:: ASSIGNMENT ::
Every line below that holds the word "varies" must be listed.

:: EXERCISE INPUTS ::
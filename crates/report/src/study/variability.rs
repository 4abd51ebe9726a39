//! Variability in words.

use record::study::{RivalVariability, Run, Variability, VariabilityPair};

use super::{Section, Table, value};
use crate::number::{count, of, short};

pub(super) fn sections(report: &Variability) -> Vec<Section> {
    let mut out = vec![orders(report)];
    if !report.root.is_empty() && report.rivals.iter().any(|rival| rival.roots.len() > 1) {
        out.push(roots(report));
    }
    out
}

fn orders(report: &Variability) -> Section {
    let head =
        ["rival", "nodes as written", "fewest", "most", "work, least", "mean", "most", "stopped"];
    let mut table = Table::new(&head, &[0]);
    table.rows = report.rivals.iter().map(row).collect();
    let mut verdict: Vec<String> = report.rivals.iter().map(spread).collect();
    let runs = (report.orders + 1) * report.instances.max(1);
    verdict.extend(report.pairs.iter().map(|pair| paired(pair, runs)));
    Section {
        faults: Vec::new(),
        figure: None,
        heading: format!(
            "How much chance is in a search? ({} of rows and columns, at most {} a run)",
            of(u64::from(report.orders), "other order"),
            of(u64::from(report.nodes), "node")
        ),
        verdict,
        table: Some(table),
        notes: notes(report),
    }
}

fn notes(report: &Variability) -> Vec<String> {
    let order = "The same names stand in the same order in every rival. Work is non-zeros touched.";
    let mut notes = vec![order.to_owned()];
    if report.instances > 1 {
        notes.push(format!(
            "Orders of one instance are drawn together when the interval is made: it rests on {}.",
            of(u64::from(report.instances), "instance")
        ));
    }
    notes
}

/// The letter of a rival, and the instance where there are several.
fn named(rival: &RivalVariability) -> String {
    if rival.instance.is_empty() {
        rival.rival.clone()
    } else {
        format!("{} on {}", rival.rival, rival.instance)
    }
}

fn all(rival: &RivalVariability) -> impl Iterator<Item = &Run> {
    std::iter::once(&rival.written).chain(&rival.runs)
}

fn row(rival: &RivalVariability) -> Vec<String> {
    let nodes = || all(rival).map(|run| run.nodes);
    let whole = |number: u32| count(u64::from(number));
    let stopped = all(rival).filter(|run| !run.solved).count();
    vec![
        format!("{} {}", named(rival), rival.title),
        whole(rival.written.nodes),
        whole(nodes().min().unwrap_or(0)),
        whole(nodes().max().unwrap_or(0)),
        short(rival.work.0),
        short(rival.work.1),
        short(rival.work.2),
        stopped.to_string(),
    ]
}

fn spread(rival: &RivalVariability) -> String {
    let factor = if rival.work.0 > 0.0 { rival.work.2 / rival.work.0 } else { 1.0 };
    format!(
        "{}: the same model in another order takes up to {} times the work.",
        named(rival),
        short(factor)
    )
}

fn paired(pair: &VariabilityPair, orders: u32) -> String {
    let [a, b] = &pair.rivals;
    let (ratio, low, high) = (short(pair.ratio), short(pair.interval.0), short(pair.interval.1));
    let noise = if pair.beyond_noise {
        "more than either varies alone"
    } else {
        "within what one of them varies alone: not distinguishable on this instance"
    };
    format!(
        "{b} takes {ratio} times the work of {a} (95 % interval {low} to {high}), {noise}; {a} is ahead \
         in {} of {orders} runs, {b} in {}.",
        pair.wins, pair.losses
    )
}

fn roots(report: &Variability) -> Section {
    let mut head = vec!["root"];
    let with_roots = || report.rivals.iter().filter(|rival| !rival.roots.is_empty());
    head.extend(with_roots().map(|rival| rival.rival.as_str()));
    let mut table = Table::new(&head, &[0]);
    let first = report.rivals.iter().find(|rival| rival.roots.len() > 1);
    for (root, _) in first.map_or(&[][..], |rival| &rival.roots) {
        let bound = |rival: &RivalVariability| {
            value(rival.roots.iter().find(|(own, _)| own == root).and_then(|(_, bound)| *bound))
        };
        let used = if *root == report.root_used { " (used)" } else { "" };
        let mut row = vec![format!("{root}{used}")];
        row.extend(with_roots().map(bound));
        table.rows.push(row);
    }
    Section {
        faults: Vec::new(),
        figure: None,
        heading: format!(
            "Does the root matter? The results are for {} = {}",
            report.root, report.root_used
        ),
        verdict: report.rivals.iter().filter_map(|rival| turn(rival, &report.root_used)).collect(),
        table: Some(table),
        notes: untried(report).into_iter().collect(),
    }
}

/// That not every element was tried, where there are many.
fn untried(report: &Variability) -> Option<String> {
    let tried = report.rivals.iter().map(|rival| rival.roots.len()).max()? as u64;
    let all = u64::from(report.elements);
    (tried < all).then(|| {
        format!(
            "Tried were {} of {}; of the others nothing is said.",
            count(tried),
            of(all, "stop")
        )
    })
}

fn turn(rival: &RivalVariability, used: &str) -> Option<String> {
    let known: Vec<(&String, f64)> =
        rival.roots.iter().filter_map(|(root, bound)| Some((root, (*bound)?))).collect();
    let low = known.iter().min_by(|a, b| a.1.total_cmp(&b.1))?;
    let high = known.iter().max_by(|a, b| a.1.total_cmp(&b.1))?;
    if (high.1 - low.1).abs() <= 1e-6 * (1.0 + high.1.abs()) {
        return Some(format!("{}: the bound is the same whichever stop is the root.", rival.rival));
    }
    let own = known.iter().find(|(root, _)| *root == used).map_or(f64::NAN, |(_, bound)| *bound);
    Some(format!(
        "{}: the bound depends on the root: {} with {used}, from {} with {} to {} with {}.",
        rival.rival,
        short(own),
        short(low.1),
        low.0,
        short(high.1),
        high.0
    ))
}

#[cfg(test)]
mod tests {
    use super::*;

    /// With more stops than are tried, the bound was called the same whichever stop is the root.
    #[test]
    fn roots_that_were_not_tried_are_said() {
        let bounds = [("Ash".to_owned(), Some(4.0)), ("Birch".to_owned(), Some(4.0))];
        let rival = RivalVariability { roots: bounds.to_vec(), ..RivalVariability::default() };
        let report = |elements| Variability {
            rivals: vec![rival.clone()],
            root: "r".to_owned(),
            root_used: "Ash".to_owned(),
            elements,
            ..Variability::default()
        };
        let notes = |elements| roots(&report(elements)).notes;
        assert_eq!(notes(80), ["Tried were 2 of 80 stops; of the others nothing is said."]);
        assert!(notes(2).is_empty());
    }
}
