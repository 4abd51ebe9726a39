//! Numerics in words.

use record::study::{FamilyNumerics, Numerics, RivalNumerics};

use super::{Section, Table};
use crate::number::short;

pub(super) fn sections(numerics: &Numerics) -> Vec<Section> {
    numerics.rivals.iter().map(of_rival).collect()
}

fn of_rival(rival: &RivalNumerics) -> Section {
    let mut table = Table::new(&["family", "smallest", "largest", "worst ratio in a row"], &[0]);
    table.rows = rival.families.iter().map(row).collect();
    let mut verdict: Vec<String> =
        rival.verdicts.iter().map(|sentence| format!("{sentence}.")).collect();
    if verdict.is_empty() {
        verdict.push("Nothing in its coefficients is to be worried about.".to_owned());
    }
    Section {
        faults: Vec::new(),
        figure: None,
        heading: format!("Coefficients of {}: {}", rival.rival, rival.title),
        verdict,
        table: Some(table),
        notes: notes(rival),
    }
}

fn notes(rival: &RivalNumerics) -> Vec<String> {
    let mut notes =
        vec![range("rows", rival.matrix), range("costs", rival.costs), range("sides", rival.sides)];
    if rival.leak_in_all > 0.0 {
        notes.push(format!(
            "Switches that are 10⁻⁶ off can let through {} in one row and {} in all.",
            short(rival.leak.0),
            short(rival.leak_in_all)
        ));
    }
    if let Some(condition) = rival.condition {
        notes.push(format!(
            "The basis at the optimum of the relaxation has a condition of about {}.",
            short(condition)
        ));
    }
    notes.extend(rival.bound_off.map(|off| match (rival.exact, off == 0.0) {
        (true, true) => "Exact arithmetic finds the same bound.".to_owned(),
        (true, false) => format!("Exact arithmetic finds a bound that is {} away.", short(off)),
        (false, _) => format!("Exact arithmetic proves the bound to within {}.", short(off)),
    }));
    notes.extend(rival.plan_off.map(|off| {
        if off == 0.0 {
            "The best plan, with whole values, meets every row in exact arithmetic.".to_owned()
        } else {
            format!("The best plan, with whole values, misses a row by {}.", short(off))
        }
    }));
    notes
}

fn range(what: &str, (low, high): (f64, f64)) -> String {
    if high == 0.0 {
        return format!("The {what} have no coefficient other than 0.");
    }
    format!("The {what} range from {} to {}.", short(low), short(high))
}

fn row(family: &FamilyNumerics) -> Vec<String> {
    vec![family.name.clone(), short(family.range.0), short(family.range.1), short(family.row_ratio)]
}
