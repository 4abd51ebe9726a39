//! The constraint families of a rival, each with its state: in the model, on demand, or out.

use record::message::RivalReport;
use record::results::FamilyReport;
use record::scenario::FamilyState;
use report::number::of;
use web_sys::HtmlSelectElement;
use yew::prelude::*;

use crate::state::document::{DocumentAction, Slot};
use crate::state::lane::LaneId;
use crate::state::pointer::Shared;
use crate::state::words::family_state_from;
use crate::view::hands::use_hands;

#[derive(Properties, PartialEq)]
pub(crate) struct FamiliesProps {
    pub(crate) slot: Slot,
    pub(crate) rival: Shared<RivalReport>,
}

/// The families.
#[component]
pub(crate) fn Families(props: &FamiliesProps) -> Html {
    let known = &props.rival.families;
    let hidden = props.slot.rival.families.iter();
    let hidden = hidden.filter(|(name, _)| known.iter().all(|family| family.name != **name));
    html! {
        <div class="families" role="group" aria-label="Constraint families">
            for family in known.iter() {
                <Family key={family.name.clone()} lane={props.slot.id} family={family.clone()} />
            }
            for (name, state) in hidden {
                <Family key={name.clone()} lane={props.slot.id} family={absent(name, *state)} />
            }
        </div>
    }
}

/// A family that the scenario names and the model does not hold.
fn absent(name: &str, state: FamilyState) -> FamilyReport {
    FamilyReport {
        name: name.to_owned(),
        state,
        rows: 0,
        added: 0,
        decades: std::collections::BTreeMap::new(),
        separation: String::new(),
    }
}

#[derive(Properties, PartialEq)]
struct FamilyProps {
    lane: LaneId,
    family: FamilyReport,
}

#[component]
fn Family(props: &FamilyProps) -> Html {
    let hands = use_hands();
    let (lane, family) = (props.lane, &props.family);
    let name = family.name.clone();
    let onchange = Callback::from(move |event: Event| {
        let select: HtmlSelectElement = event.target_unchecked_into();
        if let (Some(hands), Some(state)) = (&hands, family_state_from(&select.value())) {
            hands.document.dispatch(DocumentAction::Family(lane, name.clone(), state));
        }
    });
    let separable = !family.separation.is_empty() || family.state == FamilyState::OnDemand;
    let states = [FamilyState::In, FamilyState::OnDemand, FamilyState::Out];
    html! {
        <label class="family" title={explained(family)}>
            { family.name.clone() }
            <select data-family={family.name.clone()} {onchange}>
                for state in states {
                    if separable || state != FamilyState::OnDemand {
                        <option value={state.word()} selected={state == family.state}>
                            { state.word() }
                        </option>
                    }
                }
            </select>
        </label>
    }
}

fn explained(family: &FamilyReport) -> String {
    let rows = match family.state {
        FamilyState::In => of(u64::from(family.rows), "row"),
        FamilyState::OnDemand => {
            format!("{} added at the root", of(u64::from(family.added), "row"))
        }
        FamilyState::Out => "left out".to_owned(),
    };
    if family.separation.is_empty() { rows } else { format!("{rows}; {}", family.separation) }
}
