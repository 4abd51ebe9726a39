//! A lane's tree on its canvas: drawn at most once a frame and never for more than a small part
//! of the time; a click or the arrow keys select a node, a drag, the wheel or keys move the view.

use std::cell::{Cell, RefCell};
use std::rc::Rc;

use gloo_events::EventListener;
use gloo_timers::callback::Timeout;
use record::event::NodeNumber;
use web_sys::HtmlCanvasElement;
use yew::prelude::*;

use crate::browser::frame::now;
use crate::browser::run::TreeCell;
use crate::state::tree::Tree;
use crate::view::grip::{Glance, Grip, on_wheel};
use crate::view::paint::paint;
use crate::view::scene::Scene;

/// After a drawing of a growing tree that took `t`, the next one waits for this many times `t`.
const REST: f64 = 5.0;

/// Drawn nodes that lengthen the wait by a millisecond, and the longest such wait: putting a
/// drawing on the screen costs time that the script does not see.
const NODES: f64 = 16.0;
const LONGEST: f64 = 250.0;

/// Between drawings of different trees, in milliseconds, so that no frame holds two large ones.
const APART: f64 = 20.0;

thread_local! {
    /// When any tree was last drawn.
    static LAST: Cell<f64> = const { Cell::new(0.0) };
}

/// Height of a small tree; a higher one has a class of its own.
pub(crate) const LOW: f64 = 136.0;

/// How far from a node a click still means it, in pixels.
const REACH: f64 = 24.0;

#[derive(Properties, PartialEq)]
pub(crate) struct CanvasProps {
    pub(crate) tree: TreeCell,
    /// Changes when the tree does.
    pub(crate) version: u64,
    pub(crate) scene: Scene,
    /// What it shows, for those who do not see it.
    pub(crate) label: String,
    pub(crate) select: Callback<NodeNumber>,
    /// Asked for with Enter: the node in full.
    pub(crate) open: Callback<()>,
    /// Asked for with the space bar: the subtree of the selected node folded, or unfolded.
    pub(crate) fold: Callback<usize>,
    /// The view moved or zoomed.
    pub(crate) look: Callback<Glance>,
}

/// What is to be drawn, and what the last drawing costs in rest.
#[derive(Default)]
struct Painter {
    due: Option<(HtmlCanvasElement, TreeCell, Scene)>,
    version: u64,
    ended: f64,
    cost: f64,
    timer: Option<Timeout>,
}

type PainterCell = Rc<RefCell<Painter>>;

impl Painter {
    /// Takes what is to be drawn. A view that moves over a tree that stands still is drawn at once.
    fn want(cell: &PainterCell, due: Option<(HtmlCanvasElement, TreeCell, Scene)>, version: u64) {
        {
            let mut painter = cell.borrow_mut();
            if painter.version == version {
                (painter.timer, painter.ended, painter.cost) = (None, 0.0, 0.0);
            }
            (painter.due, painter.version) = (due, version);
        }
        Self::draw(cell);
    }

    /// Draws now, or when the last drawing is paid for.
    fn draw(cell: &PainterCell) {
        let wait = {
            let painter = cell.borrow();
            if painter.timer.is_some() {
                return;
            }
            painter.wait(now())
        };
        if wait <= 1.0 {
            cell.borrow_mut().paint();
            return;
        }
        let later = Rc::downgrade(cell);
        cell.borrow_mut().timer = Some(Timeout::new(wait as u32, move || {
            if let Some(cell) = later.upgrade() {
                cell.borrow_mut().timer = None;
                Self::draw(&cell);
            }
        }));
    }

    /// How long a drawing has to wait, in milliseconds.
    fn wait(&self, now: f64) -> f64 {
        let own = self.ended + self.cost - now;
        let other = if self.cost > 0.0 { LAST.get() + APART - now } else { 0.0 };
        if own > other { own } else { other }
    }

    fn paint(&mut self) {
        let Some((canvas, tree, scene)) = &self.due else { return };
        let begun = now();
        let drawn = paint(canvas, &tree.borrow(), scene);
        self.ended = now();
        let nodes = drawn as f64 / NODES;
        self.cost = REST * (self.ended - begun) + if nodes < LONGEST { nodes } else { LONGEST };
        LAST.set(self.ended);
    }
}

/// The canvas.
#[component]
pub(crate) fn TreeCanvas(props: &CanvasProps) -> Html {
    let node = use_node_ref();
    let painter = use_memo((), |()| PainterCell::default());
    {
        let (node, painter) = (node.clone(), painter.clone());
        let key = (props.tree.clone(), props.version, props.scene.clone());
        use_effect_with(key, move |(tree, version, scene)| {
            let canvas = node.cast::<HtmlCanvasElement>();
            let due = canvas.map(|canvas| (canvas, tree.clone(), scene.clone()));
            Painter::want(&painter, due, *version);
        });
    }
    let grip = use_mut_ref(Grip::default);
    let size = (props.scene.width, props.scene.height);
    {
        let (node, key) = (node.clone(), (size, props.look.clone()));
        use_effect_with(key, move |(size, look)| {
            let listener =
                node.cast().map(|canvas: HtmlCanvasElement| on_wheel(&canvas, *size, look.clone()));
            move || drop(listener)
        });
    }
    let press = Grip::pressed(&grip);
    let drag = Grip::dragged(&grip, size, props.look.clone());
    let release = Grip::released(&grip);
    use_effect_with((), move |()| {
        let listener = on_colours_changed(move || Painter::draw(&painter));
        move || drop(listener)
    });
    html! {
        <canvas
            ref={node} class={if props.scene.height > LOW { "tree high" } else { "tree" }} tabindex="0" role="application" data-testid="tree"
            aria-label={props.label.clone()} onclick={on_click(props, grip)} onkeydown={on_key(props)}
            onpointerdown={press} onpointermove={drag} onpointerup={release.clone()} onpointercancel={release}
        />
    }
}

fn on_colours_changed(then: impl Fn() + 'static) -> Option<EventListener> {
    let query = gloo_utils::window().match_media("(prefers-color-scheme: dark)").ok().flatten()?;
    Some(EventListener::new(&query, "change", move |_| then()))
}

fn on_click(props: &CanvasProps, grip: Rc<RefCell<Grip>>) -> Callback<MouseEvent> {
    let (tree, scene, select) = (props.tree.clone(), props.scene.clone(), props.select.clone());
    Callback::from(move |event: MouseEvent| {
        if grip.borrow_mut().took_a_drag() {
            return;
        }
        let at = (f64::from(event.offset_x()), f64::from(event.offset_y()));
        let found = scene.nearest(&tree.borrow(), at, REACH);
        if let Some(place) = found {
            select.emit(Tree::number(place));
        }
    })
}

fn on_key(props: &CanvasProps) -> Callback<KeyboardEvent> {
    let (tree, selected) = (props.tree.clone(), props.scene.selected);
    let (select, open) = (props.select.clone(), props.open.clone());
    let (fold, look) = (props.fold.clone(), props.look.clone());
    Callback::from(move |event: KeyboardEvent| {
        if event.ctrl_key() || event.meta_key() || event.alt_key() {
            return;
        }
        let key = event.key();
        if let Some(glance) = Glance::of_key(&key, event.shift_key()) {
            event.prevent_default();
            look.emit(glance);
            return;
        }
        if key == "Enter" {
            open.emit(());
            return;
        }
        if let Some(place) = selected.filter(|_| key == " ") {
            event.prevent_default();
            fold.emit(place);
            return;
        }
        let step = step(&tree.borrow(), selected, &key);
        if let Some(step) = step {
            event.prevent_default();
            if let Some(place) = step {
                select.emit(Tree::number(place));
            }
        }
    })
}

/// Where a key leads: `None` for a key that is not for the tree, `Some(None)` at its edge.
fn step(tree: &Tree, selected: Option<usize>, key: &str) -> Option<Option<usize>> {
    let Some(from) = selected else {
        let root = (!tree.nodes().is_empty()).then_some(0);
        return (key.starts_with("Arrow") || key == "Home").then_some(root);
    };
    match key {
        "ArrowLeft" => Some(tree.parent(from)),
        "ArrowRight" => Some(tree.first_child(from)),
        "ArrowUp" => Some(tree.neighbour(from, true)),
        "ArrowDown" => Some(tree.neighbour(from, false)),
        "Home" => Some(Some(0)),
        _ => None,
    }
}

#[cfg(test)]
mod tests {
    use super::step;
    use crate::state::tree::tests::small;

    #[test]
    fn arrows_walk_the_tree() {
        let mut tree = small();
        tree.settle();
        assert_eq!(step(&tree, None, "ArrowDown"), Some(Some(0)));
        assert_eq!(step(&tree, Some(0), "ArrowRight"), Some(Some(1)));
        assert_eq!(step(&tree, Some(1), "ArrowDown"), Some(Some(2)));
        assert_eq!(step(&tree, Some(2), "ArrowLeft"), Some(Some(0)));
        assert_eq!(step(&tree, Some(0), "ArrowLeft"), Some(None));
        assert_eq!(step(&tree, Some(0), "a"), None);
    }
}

:: ANSWER TO THIS PROBLEM ::
        "more than either varies alone"
        "within what one of them varies alone: not distinguishable on this instance"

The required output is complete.